Young athlete drinking chocolate milk after a practice.

Jun 26, 2020 / Sports Medicine

Stress Fractures in Young Female Athletes: How Nutrition Plays a Role

Many athletes with injuries seem to have overlapping nutritional concerns. In particular, gymnasts, dancers, soccer players, cross country runners and track & field athletes are being treated for stress fractures. For some, it’s a second or third stress fracture within a year. These reoccurring stress fractures often are a sign of under-fueling in the young athlete. This is when they are not consuming the optimal caloric intake for the energy they are burning with exercise and sport. 

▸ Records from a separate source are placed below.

def test_metal_activity_reaches_the_convex_and_the_sampler_D(tmp_path):
    """metal_activity = "epsilon" changes the regression D of the compiled problem by the
    activity term of Fischer et al.'s (2015) activity fit, -log10 gamma_Ni + log10
    gamma_Fe for Ni (n = 2), at the metal's Si and S recorded in core_conditions (here
    the reference core of McDonough 2003); W, Nb or Ta (ideal fits) do not move; the
    sampler's D (jaxmodel.pressure_D, numpy and JAX) are the convex path's."""
    from inversion.case import load_case
    from inversion.jaxmodel import jax_setup, pressure_D
    from inversion.model import compile_problem
    from tests.inversion.test_core_conditions import _case

    core = '[core]\npartitioning = "single-stage"\npressure_GPa = 40.0\ndIW = -2.0\n'
    pi = compile_problem(load_case(_case(tmp_path, core)))
    pe = compile_problem(load_case(_case(tmp_path, core + 'metal_activity = "epsilon"')))
    c = pe.core_conditions
    assert c["metal_activity"]["model"] == "epsilon"
    assert pi.core_conditions["metal_activity"]["model"] == "ideal"
    x_si, x_s = c["x_Si_metal"], c["x_S_metal"]
    assert 0.05 < x_si < 0.2 and 0.0 < x_s < 0.05  # the Earth's core: 6 and 1.9 wt%
    ln_ni, ln_fe = _ln_gamma_by_hand(x_si, x_s, c["temperature_K"])
    ni = pe.elements.index("Ni")
    w = next(pe.elements.index(e) for e in ("W", "Nb", "Ta") if e in pe.elements)
    shift = np.log10(pe.D[ni] / pi.D[ni])
    assert shift == pytest.approx((-ln_ni + ln_fe) / np.log(10.0), abs=1e-9)
    assert pe.D[w] == pytest.approx(pi.D[w], rel=1e-12)
    _, D_of_P = pressure_D(pe)
    np.testing.assert_allclose(D_of_P(40.0), pe.D, rtol=1e-12)
    jax_setup()
    import jax.numpy as jnp

    np.testing.assert_allclose(np.asarray(D_of_P(jnp.asarray(40.0), jnp)), pe.D,
                               rtol=1e-12)


def test_fit_json_and_sample_summary_name_the_core_choices(tmp_path):
    """planetmix fit with metal_activity = "epsilon" and hse_partitioning =
    "high-pressure": core_conditions and the provenance name both, with their source
    keys; the epsilon fit iterates the metal's Si and S to those of its own core (fixed
    point to 5e-4 in mole fraction); the sample summary's core_conditions carry the same
    entries (bayes_cli._posterior_conditions with no sampled condition)."""
    import json
    from types import SimpleNamespace

    from inversion.bayes_cli import _posterior_conditions
    from inversion.case import load_case
    from inversion.cli import main
    from inversion.fit import forward_of
    from tests.inversion.test_core_conditions import _simulate

    path, _ = _simulate(tmp_path, 0.01, seed=5)
    text = path.read_text().replace("pressure_GPa = [10.0, 80.0]", "pressure_GPa = 40.0")
    path.write_text(text.replace('[core]\n', '[core]\nmetal_activity = "epsilon"\n'
                                 'hse_partitioning = "high-pressure"\n', 1))
    assert main(["fit", str(path), "--out", str(tmp_path / "out")]) == 0
    fit = json.loads((tmp_path / "out" / "fit.json").read_text())
    c = fit["core_conditions"]
    assert c["metal_activity"]["model"] == "epsilon"
    assert {"steelmaking1988", "huang2020"} <= set(c["metal_activity"]["sources"])
    assert "Ni (fischer2015)" in c["metal_activity"]["applies_to"]
    assert c["hse_partitioning"]["choice"] == "high-pressure"
    assert set(c["hse_partitioning"]["sources"]) == set(
        pt.load_hse_table().query("set == 'high-pressure'")["source"])
    prov = fit["provenance"]["core_partitioning"]
    assert prov["metal_activity"]["model"] == "epsilon"
    assert prov["hse_partitioning"]["D"]["Pt"] == pytest.approx(pt.hse_D("high-pressure")["Pt"])
    # the metal's Si and S at the fixed point of the fit
    from inversion.conditions import fit_at_conditions, start_problem
    from inversion.fit import FitSettings

    case = load_case(path)
    res, pc, st = fit_at_conditions(start_problem(case), case, 40.0,
                                    FitSettings(intervals=False))
    core = np.maximum(forward_of(pc, res)["core"][0], 0.0)
    mol = core / pc.atomic_weight
    for el, x in (("Si", st[2]), ("S", st[3])):
        assert x == pytest.approx(mol[pc.elements.index(el)] / mol.sum(), abs=5e-4)
    summary = _posterior_conditions(pc, SimpleNamespace(posterior={}))
    assert summary["metal_activity"]["model"] == "epsilon"
    assert summary["hse_partitioning"]["choice"] == "high-pressure"


def test_choice_provenance_of_the_defaults():
    """The defaults: the one D = 1e4 of earth_core_mantle.csv (Walker 2009, recalled) and
    the ideal evaluation (no activity sources)."""
    d = pt.choice_provenance()
    assert d["hse_partitioning"]["choice"] == "constant"
    assert set(d["hse_partitioning"]["D"].values()) == {1e4}
    assert d["hse_partitioning"]["sources"] == ["walker2009"]
    assert d["metal_activity"] == {"model": "ideal", "description": d["metal_activity"][
        "description"], "sources": []}
    with pytest.raises(InputError, match="activity model"):
        pt.choice_provenance(metal_activity="perfect")


def test_sampler_holds_the_convex_fits_metal_not_the_reference_core(tmp_path):
    """planetmix sample on a single-stage case starts from the convex fit at the inferred
    conditions (conditions.sampling_start): the metal's Si and S and mean molar masses
    the sampler holds are the fit's own core's (fixed point to 5e-4 in mole fraction),
    not the reference core's (McDonough 2003, x_Si ~ 0.11) that start_problem holds; at
    the fitted pressure the sampler's D (jaxmodel.conditions_D) are the convex fit's
    (1e-12 relative); the pressure range stays the case's and the start pressure is the
    fitted one. Synthetic body of test_core_conditions (simulate, then fit)."""
    from inversion.case import load_case
    from inversion.conditions import _metal, sampling_start, start_problem
    from inversion.fit import forward_of
    from inversion.jaxmodel import condition_ranges, conditions_D
    from tests.inversion.test_core_conditions import _simulate

    path, _ = _simulate(tmp_path, 0.01, seed=5)
    path.write_text(path.read_text().replace('[core]\n', '[core]\nmetal_activity = '
                                             '"epsilon"\n', 1))
    case = load_case(path)
    p0 = start_problem(case)
    ps, res = sampling_start(p0, case)
    assert res is not None and res.feasible
    cc, c0 = ps.core_conditions, p0.core_conditions
    own = _metal(ps, forward_of(ps, res)["core"][0])  # (x_Fe, Mbar_met, x_Si, x_S)
    assert abs(cc["x_Si_metal"] - own[2]) < 5e-4 and abs(cc["x_S_metal"] - own[3]) < 5e-4
    assert abs(cc["x_Si_metal"] - c0["x_Si_metal"]) > 5e-3  # not the reference core
    assert cc["Mbar_met_g_mol"] == pytest.approx(own[1], rel=1e-3)
    assert condition_ranges(ps) == {"pressure_GPa": (10.0, 80.0)}
    mask, D_of = conditions_D(ps)
    np.testing.assert_allclose(D_of(cc["pressure_GPa"]), ps.D, rtol=1e-12)
    assert mask.any() and cc["pressure_GPa"] != pytest.approx(45.0)  # not mid-range
    assert "metal_held_from" in cc and "conditions_inferred" not in cc


# ------------------------------------------ HSE rows read (not recalled) and their values

_READ = {"publication", "typed_copy"}  # the provenance labels of a value read here


def test_hse_rows_read_carry_a_url_and_the_statement_read():
    """Every row of hse_high_pressure.csv whose value was read (provenance publication or
    typed_copy) names the page (url) and the words read (read_statement); Re is such a row
    (Bennett & Brenan 2013, read 2026-12-03), the rest stay recalled."""
    table = pt.load_hse_table()
    read = table[table["provenance"].isin(_READ)]
    assert "Re" in set(read["element"])
    for _, row in read.iterrows():
        assert str(row["url"]).startswith("https://"), row["element"]
        assert len(str(row["read_statement"]).strip()) > 40, row["element"]
    assert set(table["provenance"]) - _READ == {"recalled"}


def test_hse_read_Re_is_the_published_regression_and_reaches_the_model(tmp_path):
    """Re of the high-pressure set: log10 D = 0.50e4 / T + 3.73 at 2 GPa, dIW +1.75 to +2
    (Bennett & Brenan 2013, EPSL 361, 320; the abstract read in the data-set record
    https://b2find.eudat.eu/dataset/91722762-1ef7-56dd-a6f6-6944adbd39da), evaluated at
    the row's 2573 K (the top of the experiments' 1673-2573 K): D = 4.71e5. The D the
    forward model uses for every read row is the csv's."""
    from inversion.model import compile_problem

    table = pt.load_hse_table()
    row = table[(table["set"] == "high-pressure") & (table["element"] == "Re")].iloc[0]
    assert row["source"] == "bennett2013" and row["provenance"] in _READ
    assert float(row["P_GPa"]) == 2.0 and float(row["T_K"]) == 2573.0
    published = 10.0 ** (0.50e4 / 2573.0 + 3.73)  # Bennett & Brenan (2013), read
    assert float(row["D"]) == pytest.approx(published, rel=1e-3)
    assert pt.hse_D("high-pressure")["Re"] == pytest.approx(published, rel=1e-3)
    ph = compile_problem(_earth_case(tmp_path, 'hse_partitioning = "high-pressure"'))
    read = table[(table["set"] == "high-pressure") & table["provenance"].isin(_READ)]
    for el, d in zip(read["element"], read["D"], strict=True):
        assert ph.D[ph.elements.index(el)] == pytest.approx(float(d), rel=1e-12), el
    prov = pt.choice_provenance("high-pressure")["hse_partitioning"]
    assert "bennett2013" in prov["sources"] and "typed_copy" in prov["provenance"]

A handful of the female athletes also report that in the midst of their intense training and competition schedule, they have stopped having regular periods. This is concern for young females. Loss of the menstrual cycle is a sign that the athlete has an energy deficit where she expends more calories than she is eating and drinking. This can lead to hormonal, growth and development issues that can be long lasting and needs to be addressed as soon as possible.  Not only does this have general health implications, but it can set the athlete up for overuse related injuries, decreased performance and even time loss from sports.

Female Athlete Triad
Though they rarely occur together, these inter-related conditions: 1) low energy availability, 2) bone loss and 3) menstrual disturbances are called female athlete triad. Low energy availability, or not having enough calories to carry out the demands of the athlete's sport is the main cause of this. Here are common questions addressed in a nutrition consultation for a young athlete experiencing these and other medical conditions:
  • Are they skipping any meals?
  • Are they getting 3 out of the 5 food groups at each meal?
  • How much water/fluid are they drinking?
  • Are they getting adequate calcium and vitamin D for their age?
  • Are they getting enough protein for their weight, sport and age and are they spacing this protein out adequately throughout the day?
  • Do they appear to be getting adequate calories for their growth and sport needs?  
Customized Plan
Nutrition counseling is an important role in recovery and injury prevention, especially when athletes have had injuries that are linked to energy deficiencies. Young athletes should learn to fuel their bodies for sports and activities so that they are performing at their best and avoid preventable injuries.

Taylor Morrison, M.S., R.D., CSSD, L.D., meets with our patients and offers a customized plan including: 
  • Identifying fueling ways to increase calories or other nutrients needed.
  • Discussing pre- and post-exercise snack and meal planning.  
  • Planning ways to optimize fluid intake.
  • Providing education on specific topics based on the athlete’s needs and goals.